Other Functions in Human Health
Previous studies have consistently reported that milk-derived EVs display beneficial biological activity in immune and intestinal health, as well as in various other conditions. Milk is a nutritionally rich source of calcium and protein that is known to support bone health (Pirilä et al., 2011; Uenishi et al., 2007). Several studies reported on the effect of EVs derived from milk on bone health. Milk EVs promote osteoblastogenesis, increase the number of osteocytes, and have been shown to increase bone mineral density (Oliveira et al., 2016; Oliveira et al., 2017; Oliveira et al., 2020; Yun et al., 2020). They exert beneficial effect on reproduction (Sadri et al., 2020), cardiac fibrosis (Zhang et al., 2021), arthritis (Arntz et al., 2015), cancer (Fonseka et al., 2021; Samuel et al., 2021), melanogenesis (Bae and Kim, 2021), and scar-free wound healing (Ahn et al., 2021). Milk EVs have been reported to exhibit biological effects in various case, but precise mechanistic studies and human trials are essential to define a strategy to leverage milk EVs as therapeutics.

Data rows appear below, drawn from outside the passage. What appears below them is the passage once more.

"""Each site's conventions (time zone, display units, decimal comma), looked up for the rows and pages that need
them. Storage stays UTC and canonical; this is where a row, a form or a page learns which site's way to use.

A pump's site is the site of its latest installation (a pump lying in the store keeps the site it came from);
a pump never installed follows UTC, canonical units and a decimal point.
"""

import functools
from dataclasses import dataclass

import numpy as np
import pandas as pd
from sqlalchemy import bindparam, select
from sqlalchemy.orm import Session, aliased

from fleet import units
from fleet.db.models import Installation, Machine, Position, Pump, Site
from fleet.io.localtime import DEFAULT_ZONE, offset_text, to_local
from fleet.io.parse import FALSE_WORDS, TRUE_WORDS, RowConventions, is_arrow_text
from fleet.timeutil import utcnow


@dataclass(frozen=True)
class Conventions:
    time_zone: str = DEFAULT_ZONE
    pressure_unit: str = "bar"
    flow_unit: str = "L/min"
    temperature_unit: str = "degC"
    decimal_comma: bool = False
    site: str | None = None  # the site's name (None: the pump sits at no site)

    def unit_of(self, quantity: str | None) -> str | None:
        """The site's unit of a quantity (pressure, flow, temperature), None for any other."""
        return {"pressure": self.pressure_unit, "flow": self.flow_unit,
                "temperature": self.temperature_unit}.get(quantity or "")


UTC_CANONICAL = Conventions()


def of_site(site: Site | None) -> Conventions:
    if site is None:
        return UTC_CANONICAL
    return Conventions(site.time_zone or DEFAULT_ZONE, site.pressure_unit or "bar", site.flow_unit or "L/min",
                       site.temperature_unit or "degC", bool(site.decimal_comma), site.name)


def queryable(text) -> bool:
    """Text a database can be asked about: valid Unicode without NUL (the parser reports the others)."""
    if not isinstance(text, str) or "\x00" in text:
        return False
    try:
        text.encode("utf-8")
    except UnicodeEncodeError:
        return False
    return True


def pump_sites(session: Session, serials) -> dict[str, Site]:
    """serial -> the site of the pump's latest installation."""
    serials = [s for s in set(serials) if queryable(s)]
    if not serials:
        return {}
    rows = session.execute(
        select(Pump.serial, Site).select_from(Pump)
        .join(Installation, Installation.id == latest_installation())
        .join(Position, Position.id == Installation.position_id).join(Machine, Machine.id == Position.machine_id)
        .join(Site, Site.id == Machine.site_id).where(Pump.serial.in_(serials)))
    return {serial: site for serial, site in rows}


def pump_zones(session: Session, serials) -> dict[str, tuple[int, str]]:
    """serial -> (pump id, the time zone of its site) for the pumps of the register (one statement; UTC for a
    pump never installed): what a few posted readings need to be read and stored."""
    serials = [s for s in set(serials) if queryable(s)]
    if not serials:
        return {}
    rows = session.execute(_zones_statement(), {"serials": serials})
    return {serial: (pump_id, zone or DEFAULT_ZONE) for serial, pump_id, zone in rows}


@functools.cache
def _zones_statement():
    """pump_zones' statement, built once (building it, with its correlated look-up, costs ten times running it
    for the pump or two of a post); made on first use, as latest_installation is defined below."""
    return (select(Pump.serial, Pump.id, Site.time_zone).select_from(Pump)
            .outerjoin(Installation, Installation.id == latest_installation())
            .outerjoin(Position, Position.id == Installation.position_id)
            .outerjoin(Machine, Machine.id == Position.machine_id).outerjoin(Site, Site.id == Machine.site_id)
            .where(Pump.serial.in_(bindparam("serials", expanding=True))))


def latest_installation():
    """The id of each pump's latest installation, as a subquery correlated to Pump: an indexed look-up per pump
    asked about (a grouped subquery would first group every installation of the fleet)."""
    later = aliased(Installation)
    return (select(later.id).where(later.pump_id == Pump.id)
            .order_by(later.installed_at.desc(), later.id.desc()).limit(1).correlate(Pump).scalar_subquery())


def of_pump(session: Session, pump: Pump | str) -> Conventions:
    serial = pump if isinstance(pump, str) else pump.serial
    return of_site(pump_sites(session, [serial]).get(serial))


def _cells(table: pd.DataFrame, name: str) -> pd.Series | None:
    for header in table.columns:
        try:
            if units.parse_header(str(header))[0] == name:
                column = table[header]
                column = column.iloc[:, 0] if isinstance(column, pd.DataFrame) else column
                return (column if is_arrow_text(column) else column.astype("string")).str.strip()
        except units.UnitError:
            continue
    return None


def row_sites(session: Session, kind: str, table: pd.DataFrame) -> list[Site | None]:
    """Each row's site, by its pump (readings, flow tests, events) or its site (the others; a sample without a
    site by its machine when only one site has a machine of that name). None when it has none."""
    pumps, sites, machines = _cells(table, "pump"), _cells(table, "site"), _cells(table, "machine")
    if pumps is not None and kind not in {"pumps", "installations"}:
        by_serial = pump_sites(session, pumps.dropna())
        return [by_serial.get(s) if isinstance(s, str) else None for s in pumps]
    if sites is None and machines is None:
        return [None] * len(table)
    by_name = {site.name: site for site in session.scalars(select(Site))}
    by_machine: dict[str, set[str]] = {}
    for machine, site in session.execute(select(Machine.name, Site.name).join(Site)):
        by_machine.setdefault(machine, set()).add(site)
    found: list[Site | None] = []
    for position in range(len(table)):
        name = sites.iloc[position] if sites is not None else None
        machine = machines.iloc[position] if machines is not None else None
        if (not isinstance(name, str) or not name) and isinstance(machine, str):
            candidates = by_machine.get(machine, set())
            name = next(iter(candidates)) if len(candidates) == 1 else None
        found.append(by_name.get(name) if isinstance(name, str) else None)
    return found


def row_conventions(session: Session, kind: str, table: pd.DataFrame) -> RowConventions:
    """Each row's site conventions (fleet.io.parse reads times and numbers by them)."""
    pumps = _cells(table, "pump")
    if pumps is not None and kind not in {"pumps", "installations"}:
        # Readings come by the hundred thousand: look each pump up once and spread its site's ways over its rows.
        codes, serials = pd.factorize(pumps)
        by_serial = pump_sites(session, serials)
        found = [of_site(by_serial.get(serial)) for serial in serials] + [UTC_CANONICAL]  # code -1: no serial
        zones = np.array([c.time_zone for c in found], dtype=object)[codes]
        comma = np.array([c.decimal_comma for c in found], dtype=bool)[codes]
        return RowConventions(pd.Series(zones, dtype=object), pd.Series(comma, dtype=bool))
    found = [of_site(site) for site in row_sites(session, kind, table)]
    comma = pd.Series([c.decimal_comma for c in found], dtype=bool)
    own = _cells(table, "decimal_comma") if kind == "sites" else None
    if own is not None:  # a site row that sets the decimal comma writes its own tariff that way too
        said = own.fillna("").str.lower()
        comma = comma.mask(said.isin(TRUE_WORDS).to_numpy(), True).mask(said.isin(FALSE_WORDS - {""}).to_numpy(), False)
    return RowConventions(pd.Series([c.time_zone for c in found], dtype=object), comma.astype(bool))


def zone_label(conventions: Conventions, now=None) -> str:
    """How a form names the zone its times are read in: 'America/Chicago, UTC−06:00 now'."""
    local = to_local(now or utcnow(), conventions.time_zone)
    return f"{conventions.time_zone}, UTC{offset_text(local.utcoffset()).replace('-', '−')} now"
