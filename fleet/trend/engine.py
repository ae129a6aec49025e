"""The fleet analysis: readings in, one row of figures, status and reasons per pump out.

Order of work: refer readings -> place them in service intervals -> fit wear trends of every interval at
once -> hours and dates to each limit -> oil, energy and fleet life figures -> status and service order.
"""

from collections.abc import Mapping
from dataclasses import dataclass, field
from functools import cached_property

import numpy as np
import pandas as pd

from fleet.frames import READING_COLUMNS
from fleet.physics.pump import theoretical_flow_lpm
from fleet.trend.degradation import (
    QUANTITIES,
    fit_columns,
    fit_degradation,
    not_enough_reason,
    summarise_fits,
    with_member_lines,
)
from fleet.trend.energy import leakage_energy, typical_pressure_bar
from fleet.trend.grouped import group_median, group_time_max, pair_codes
from fleet.trend.intervals import assign_intervals, interval_lives
from fleet.trend.linear import t_quantile
from fleet.trend.oil_condition import OIL_COLUMNS, oil_columns
from fleet.trend.referral import refer_readings
from fleet.trend.remaining_life import (
    LIMIT_NAMES,
    dates_at_hours,
    hours_to_limits,
    interval_hours_per_day,
    limit_dates,
    limit_flows_lpm,
)
from fleet.trend.settings import AnalysisSettings
from fleet.trend.status import assess_status, days_since, horizon_remaining_hours
from fleet.trend.wear_laws import LAWS, MEMBERS
from fleet.trend.weibull import (
    expected_overhauls_per_prior,
    fit_fleet_priors,
    kind_rows,
    mean_residual_life,
    per_pump,
)
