"""Correcting a reading: new values with a reason, the old ones kept in the audit trail.

Who may: an engineer, any reading; a technician, a reading they took themselves (its 'taken by' is their user
name) within a day of the time it was taken. The new values pass the importer's own parsing (units, bounds, whole
numbers), so a correction accepts and refuses what a CSV file would. The reading keeps its pump and time: a
reading of the wrong pump or time is deleted and entered again. Run inside a unit of work
(fleet.services.writes.perform): the audit listener keeps the old values with the reason, and the refresh policy
re-analyses the pump.
"""

from dataclasses import dataclass, field
from datetime import datetime, timedelta

import pandas as pd
from sqlalchemy.orm import Session

from fleet import units
from fleet.db import audit
from fleet.db.models import Pump, Reading
from fleet.io.parse import RowConventions, parse_table
from fleet.jsonvalues import plain
from fleet.services import users
from fleet.services.rounds import FORM_FIELDS, plausibility_warnings, pump_facts
from fleet.services.sitelocal import of_pump
from fleet.timeutil import utcnow

# Readings CSV column -> Reading attribute, for the values a correction may change.
CORRECTABLE = {"hours": "hours", "outlet_pressure": "pressure_bar", "speed": "speed_rpm", "outlet_flow": "flow_lpm",
               "case_drain_flow": "drain_lpm", "oil_temp": "temp_c", "stroke": "stroke", "note": "note"}
QUANTITIES = {f.name: f.quantity for f in FORM_FIELDS}
TECHNICIAN_WINDOW = timedelta(days=1)  # how long the technician who took a reading may correct it
MAX_REASON = 500


class CorrectionRefused(ValueError):
    """Nothing was changed. ``problems``: [{"field", "reason"}]; ``status``: 404, 403 or 422."""

    def __init__(self, problems: list[dict], status: int = 422):
        self.problems, self.status = problems, status
        super().__init__("; ".join(f"{p['field'] or 'reading'}: {p['reason']}" if p["field"] else p["reason"]
                                   for p in problems))


@dataclass
class Correction:
    reading_id: int
    pump: str
    changes: list[dict] = field(default_factory=list)  # {"field", "before", "after"} in canonical units
    doubts: list[dict] = field(default_factory=list)  # {"field", "code", "message"}: worth a second look


def may_correct(role: str, name: str, reading: Reading, now: datetime) -> str | None:
    """Why ``name`` (of ``role``) may not correct ``reading`` now, or None when they may."""
    if users.role_at_least(role, "engineer"):
        return None
    if not users.role_at_least(role, "technician"):
        return "a viewer cannot correct readings"
    if (reading.taken_by or "").strip() != name:
        return f"only an engineer, or the technician who took it ({reading.taken_by or 'not recorded'}), may " \
               "correct this reading"
    if now - reading.taken_at > TECHNICIAN_WINDOW:
        taken = f"{reading.taken_at:%Y-%m-%d %H:%M}"
        return f"a technician may correct their reading within a day of taking it ({taken} UTC); ask an engineer"
    return None


def correct_reading(session: Session, reading_id: int, values: dict[str, str], reason: str, by: str,
                    chosen_units: dict[str, str] | None = None, now: datetime | None = None) -> Correction:
    """Give reading ``reading_id`` the ``values`` typed (text cells keyed by readings CSV column, in
    ``chosen_units`` or canonical units; a blank clears an optional value) because of ``reason``, acting as the
    user named ``by``. Raises CorrectionRefused, with nothing changed."""
    now = now or utcnow()
    reading = session.get(Reading, reading_id)
    if reading is None:
        raise CorrectionRefused([{"field": "", "reason": f"no reading #{reading_id}"}], 404)
    user = users.find_user(session, by)
    if user is None or not user.active:
        raise CorrectionRefused([{"field": "", "reason": f"no active user '{by}'"}], 403)
    refusal = may_correct(user.role, user.name, reading, now)
    if refusal:
        raise CorrectionRefused([{"field": "", "reason": refusal}], 403)
    pump = session.get(Pump, reading.pump_id)
    known = {name: value for name, value in values.items() if name in CORRECTABLE}
    parsed, problems = _parse(pump.serial, reading, known, chosen_units or {}, of_pump(session, pump).decimal_comma)
    problems = _shape_problems(values, reason) + problems  # every problem at once
    if problems:
        raise CorrectionRefused(problems)
    changes = []
    for name in known:
        attribute = CORRECTABLE[name]
        before, after = getattr(reading, attribute), parsed[name]
        if before != after:
            changes.append({"field": name, "before": before, "after": after})
    if not changes:
        raise CorrectionRefused([{"field": "", "reason": "the values given are those stored: nothing to correct"}])
    for change in changes:
        setattr(reading, CORRECTABLE[change["field"]], change["after"])
    with audit.because(reason.strip()):
        session.flush()
    return Correction(reading.id, pump.serial, changes, _doubts(session, pump, reading, now))


def _shape_problems(values: dict[str, str], reason: str) -> list[dict]:
    problems = []
    if not (reason or "").strip():
        problems.append({"field": "reason", "reason": "give the reason for the correction (it is kept with the old "
                                                      "values)"})
    elif len(reason) > MAX_REASON:
        problems.append({"field": "reason", "reason": f"at most {MAX_REASON} characters"})
    if not values:
        problems.append({"field": "", "reason": f"name at least one value to correct ({', '.join(CORRECTABLE)})"})
    for name in values:
        if name not in CORRECTABLE:
            problems.append({"field": str(name)[:40], "reason": "not a value a correction may change (one of: "
                             f"{', '.join(CORRECTABLE)}; a reading of the wrong pump or time is deleted and "
                             "entered again)"})
    return problems


def _stored_cell(reading: Reading, name: str) -> tuple[str, str]:
    """(header, text) of a stored value in canonical units, for the parse of the whole corrected row."""
    value = getattr(reading, CORRECTABLE[name])
    if name == "stroke":
        return "stroke [dimensionless]", "" if value is None else repr(value)  # a bare stroke is read in %
    return name, "" if value is None else (value if isinstance(value, str) else repr(value))


def _parse(serial: str, reading: Reading, values: dict[str, str], chosen_units: dict[str, str],
           decimal_comma: bool = False) -> tuple[dict, list[dict]]:
    """The typed values in canonical units, parsed with the rest of the reading (required fields, bounds), and
    the problems of the values typed. Numbers as the pump's site writes them (``decimal_comma``); the stored
    time is UTC, so it is parsed without a zone."""
    row = {"pump": serial, "taken_at": reading.taken_at.isoformat(sep=" ")}
    for name in CORRECTABLE:
        if name in values:
            unit = chosen_units.get(name) if QUANTITIES.get(name) or name == "stroke" else None
            row[f"{name} [{unit}]" if unit else name] = "" if values[name] is None else str(values[name])
        else:
            header, text = _stored_cell(reading, name)
            row[header] = text
    parsed, problems = parse_table("readings", pd.DataFrame([row], dtype=str),
                                   RowConventions(decimal_comma=pd.Series([decimal_comma], dtype=bool)))
    if problems:
        return {}, [{"field": _field_of(p.column), "reason": p.reason} for p in sorted(problems)]
    cells = parsed.data.iloc[0]
    return {name: plain(cells.get(name)) for name in values}, []


def _field_of(column: str) -> str:
    try:
        return units.parse_header(column)[0]
    except units.UnitError:
        return column


def _doubts(session: Session, pump: Pump, reading: Reading, now: datetime) -> list[dict]:
    """The round form's plausibility questions of the corrected values (against the reading before it)."""
    facts = pump_facts(session, pump, before=reading.taken_at)
    values = {"taken_at": reading.taken_at, "hours": reading.hours, "outlet_pressure": reading.pressure_bar,
              "speed": reading.speed_rpm, "outlet_flow": reading.flow_lpm, "oil_temp": reading.temp_c,
              "stroke": reading.stroke}
    return [{"field": d.field, "code": d.code, "message": d.message}
            for d in plausibility_warnings(facts, values, now, of_pump(session, pump))]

Conclusion and Perspectives
Based on current studies, bovine milk-derived EVs are highly stable and absorbed in the body and are full of bioactive substances with multiple functions. Therefore, there are expectations for further therapeutic utilization. However, there are still goals that need to be achieved for success. Until now, due to the development of NGS and MS technology, the global investigation of cargo in milk EVs has been conducted in various ways. However, to administer it to the human body, it is necessary to analyze all components precisely whether there is any component to induce any adverse. To this end, it is necessary to develop more efficient technical methods to isolate EVs for clinical trial and a technology that can fully analyze their cargo. In particular, for the role of transporting drugs or nucleic acids for the treatment of diseases, a precise study on whether there is any problem in the long-term and high-dose application of milk EVs itself is required. In addition, it is necessary to investigate the detailed mechanisms of the biological effects revealed hitherto and to conduct further studies on whether therapeutic clinical application is possible.